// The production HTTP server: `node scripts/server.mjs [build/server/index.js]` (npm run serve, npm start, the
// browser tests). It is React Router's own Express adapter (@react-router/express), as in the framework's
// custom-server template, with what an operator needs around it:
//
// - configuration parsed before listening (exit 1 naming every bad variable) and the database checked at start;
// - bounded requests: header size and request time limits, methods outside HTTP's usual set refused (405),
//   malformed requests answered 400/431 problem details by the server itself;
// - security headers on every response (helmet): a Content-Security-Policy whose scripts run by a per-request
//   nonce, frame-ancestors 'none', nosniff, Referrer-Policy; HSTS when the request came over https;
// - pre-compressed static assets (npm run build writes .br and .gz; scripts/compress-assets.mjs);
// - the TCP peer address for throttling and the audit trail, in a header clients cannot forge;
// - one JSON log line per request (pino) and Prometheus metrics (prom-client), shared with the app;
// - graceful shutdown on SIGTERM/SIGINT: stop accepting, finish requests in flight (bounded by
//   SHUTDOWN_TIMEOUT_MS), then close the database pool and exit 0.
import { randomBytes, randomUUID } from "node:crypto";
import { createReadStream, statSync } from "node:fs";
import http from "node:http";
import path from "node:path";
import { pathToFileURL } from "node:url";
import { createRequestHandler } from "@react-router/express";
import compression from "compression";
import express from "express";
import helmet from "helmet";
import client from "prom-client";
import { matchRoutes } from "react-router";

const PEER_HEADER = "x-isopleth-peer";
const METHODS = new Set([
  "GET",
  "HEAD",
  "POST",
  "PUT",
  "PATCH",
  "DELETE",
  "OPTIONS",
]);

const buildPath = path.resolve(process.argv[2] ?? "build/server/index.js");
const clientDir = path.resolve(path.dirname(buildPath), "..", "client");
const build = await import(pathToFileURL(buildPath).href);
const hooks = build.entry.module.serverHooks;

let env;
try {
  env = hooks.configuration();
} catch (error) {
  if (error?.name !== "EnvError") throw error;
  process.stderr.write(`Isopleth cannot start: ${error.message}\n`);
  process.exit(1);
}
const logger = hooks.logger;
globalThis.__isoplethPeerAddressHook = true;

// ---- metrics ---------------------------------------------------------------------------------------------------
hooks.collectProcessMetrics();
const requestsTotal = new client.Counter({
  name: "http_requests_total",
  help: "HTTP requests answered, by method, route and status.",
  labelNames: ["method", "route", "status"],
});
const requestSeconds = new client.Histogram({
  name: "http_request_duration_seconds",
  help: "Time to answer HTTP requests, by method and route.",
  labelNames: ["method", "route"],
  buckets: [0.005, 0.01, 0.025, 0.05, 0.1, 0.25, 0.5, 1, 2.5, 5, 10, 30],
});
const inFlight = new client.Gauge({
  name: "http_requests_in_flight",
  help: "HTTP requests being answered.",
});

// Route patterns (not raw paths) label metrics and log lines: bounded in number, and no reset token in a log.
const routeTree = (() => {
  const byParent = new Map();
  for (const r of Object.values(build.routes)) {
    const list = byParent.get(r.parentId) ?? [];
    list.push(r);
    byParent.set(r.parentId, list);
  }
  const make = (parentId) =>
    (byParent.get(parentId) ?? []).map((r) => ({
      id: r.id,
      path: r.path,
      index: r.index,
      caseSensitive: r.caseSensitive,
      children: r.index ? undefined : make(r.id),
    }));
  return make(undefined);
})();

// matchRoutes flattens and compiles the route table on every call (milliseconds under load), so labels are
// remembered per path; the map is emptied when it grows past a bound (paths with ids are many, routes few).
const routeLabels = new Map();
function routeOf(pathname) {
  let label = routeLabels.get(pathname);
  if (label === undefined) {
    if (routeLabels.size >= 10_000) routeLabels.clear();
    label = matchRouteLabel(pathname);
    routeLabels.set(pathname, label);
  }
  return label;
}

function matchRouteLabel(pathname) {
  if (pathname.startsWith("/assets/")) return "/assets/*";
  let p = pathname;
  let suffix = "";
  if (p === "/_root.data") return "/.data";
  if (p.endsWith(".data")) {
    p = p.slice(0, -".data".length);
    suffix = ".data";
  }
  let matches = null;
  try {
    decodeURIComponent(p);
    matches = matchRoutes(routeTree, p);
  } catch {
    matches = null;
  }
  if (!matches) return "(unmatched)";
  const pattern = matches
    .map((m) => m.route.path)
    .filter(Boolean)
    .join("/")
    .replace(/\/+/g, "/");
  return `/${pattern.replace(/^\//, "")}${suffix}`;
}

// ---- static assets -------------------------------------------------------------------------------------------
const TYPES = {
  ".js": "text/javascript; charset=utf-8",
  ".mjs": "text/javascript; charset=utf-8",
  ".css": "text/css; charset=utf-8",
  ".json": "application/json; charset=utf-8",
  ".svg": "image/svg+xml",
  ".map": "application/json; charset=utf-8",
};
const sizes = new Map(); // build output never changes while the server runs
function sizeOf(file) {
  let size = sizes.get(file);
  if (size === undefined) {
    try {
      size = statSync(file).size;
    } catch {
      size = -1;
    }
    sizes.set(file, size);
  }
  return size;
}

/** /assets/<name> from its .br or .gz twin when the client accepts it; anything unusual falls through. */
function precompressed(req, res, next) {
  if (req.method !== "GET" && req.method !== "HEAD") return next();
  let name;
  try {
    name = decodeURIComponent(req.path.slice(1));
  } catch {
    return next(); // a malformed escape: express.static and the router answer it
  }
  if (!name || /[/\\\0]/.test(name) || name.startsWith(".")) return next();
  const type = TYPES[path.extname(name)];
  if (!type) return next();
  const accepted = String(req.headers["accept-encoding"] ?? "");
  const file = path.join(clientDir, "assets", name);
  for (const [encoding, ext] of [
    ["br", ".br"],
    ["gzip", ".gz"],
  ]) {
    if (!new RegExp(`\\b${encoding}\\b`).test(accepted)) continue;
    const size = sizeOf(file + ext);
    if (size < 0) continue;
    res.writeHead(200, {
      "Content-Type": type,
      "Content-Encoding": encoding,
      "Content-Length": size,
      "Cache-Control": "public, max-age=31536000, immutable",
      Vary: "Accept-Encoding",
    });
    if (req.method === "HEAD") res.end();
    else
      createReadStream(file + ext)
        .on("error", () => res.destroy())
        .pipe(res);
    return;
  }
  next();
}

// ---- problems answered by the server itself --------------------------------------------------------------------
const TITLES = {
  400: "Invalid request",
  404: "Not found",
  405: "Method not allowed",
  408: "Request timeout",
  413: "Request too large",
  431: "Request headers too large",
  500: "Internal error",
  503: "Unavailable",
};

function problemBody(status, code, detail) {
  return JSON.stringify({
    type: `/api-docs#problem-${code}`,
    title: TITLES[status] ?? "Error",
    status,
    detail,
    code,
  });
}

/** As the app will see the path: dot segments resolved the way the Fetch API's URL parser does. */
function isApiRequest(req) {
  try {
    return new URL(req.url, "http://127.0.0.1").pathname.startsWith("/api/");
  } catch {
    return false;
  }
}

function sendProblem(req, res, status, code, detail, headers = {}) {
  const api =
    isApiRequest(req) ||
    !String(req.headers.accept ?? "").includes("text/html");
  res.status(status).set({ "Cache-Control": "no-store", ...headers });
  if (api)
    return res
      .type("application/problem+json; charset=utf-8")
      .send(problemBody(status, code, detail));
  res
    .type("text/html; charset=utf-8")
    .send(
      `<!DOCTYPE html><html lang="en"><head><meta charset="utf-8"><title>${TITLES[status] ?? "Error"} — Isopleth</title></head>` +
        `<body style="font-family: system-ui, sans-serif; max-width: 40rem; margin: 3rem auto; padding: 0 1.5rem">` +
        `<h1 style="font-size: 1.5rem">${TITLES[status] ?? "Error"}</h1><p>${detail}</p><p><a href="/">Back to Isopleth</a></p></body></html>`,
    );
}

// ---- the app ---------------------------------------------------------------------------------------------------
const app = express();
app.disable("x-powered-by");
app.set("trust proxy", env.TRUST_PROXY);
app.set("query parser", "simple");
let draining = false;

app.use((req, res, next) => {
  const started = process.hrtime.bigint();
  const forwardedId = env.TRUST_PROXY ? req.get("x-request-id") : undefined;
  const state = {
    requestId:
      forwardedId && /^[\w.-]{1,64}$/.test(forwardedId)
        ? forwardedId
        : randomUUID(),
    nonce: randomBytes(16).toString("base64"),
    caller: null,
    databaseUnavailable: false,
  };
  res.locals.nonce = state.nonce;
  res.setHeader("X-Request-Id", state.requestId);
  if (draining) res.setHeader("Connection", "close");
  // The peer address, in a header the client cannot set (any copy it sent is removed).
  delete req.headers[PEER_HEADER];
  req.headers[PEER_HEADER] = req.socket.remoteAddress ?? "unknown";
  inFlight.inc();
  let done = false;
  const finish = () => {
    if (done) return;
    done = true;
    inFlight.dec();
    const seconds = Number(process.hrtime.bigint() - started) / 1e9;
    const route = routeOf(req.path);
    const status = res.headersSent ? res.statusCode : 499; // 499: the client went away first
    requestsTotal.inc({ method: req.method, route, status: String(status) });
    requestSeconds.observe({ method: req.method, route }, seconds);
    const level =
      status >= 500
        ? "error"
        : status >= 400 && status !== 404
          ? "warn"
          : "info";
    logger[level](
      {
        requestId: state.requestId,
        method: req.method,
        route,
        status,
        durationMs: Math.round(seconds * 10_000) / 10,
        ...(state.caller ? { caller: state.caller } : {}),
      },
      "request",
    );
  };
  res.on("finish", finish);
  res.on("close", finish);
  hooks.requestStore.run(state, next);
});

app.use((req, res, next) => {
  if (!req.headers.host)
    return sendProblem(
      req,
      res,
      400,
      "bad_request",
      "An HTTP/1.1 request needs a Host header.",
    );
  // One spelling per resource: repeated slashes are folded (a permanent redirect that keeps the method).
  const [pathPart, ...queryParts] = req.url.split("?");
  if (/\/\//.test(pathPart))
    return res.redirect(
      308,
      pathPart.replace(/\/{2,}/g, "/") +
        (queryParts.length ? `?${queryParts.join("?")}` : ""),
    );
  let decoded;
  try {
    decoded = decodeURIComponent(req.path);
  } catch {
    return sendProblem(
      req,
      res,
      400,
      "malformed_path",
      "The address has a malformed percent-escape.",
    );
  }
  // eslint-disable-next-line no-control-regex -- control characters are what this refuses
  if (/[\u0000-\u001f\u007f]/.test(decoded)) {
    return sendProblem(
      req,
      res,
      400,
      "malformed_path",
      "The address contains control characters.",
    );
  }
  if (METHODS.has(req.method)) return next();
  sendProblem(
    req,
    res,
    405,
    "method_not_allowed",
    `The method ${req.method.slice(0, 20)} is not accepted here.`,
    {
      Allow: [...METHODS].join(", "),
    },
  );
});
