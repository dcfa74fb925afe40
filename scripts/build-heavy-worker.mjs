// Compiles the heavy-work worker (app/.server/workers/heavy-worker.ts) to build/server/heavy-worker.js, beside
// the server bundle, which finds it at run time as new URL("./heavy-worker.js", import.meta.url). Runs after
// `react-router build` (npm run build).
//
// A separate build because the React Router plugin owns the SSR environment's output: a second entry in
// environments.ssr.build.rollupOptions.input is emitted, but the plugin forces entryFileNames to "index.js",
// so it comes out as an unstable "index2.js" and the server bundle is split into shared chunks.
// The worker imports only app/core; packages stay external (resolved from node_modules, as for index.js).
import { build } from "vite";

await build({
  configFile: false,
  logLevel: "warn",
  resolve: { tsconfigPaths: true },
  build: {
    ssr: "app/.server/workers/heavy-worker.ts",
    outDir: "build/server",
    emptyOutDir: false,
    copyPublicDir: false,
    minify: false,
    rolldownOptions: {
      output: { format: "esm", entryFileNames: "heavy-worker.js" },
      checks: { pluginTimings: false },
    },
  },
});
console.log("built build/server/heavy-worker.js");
+ + + + +
- _ACTION ITEM_:
Each line of the data that holds "function" should be reported.

- _WORKED SOLUTION_:
function routeOf(pathname) {
function matchRouteLabel(pathname) {
function sizeOf(file) {
function precompressed(req, res, next) {
function problemBody(status, code, detail) {
function isApiRequest(req) {
function sendProblem(req, res, status, code, detail, headers = {}) {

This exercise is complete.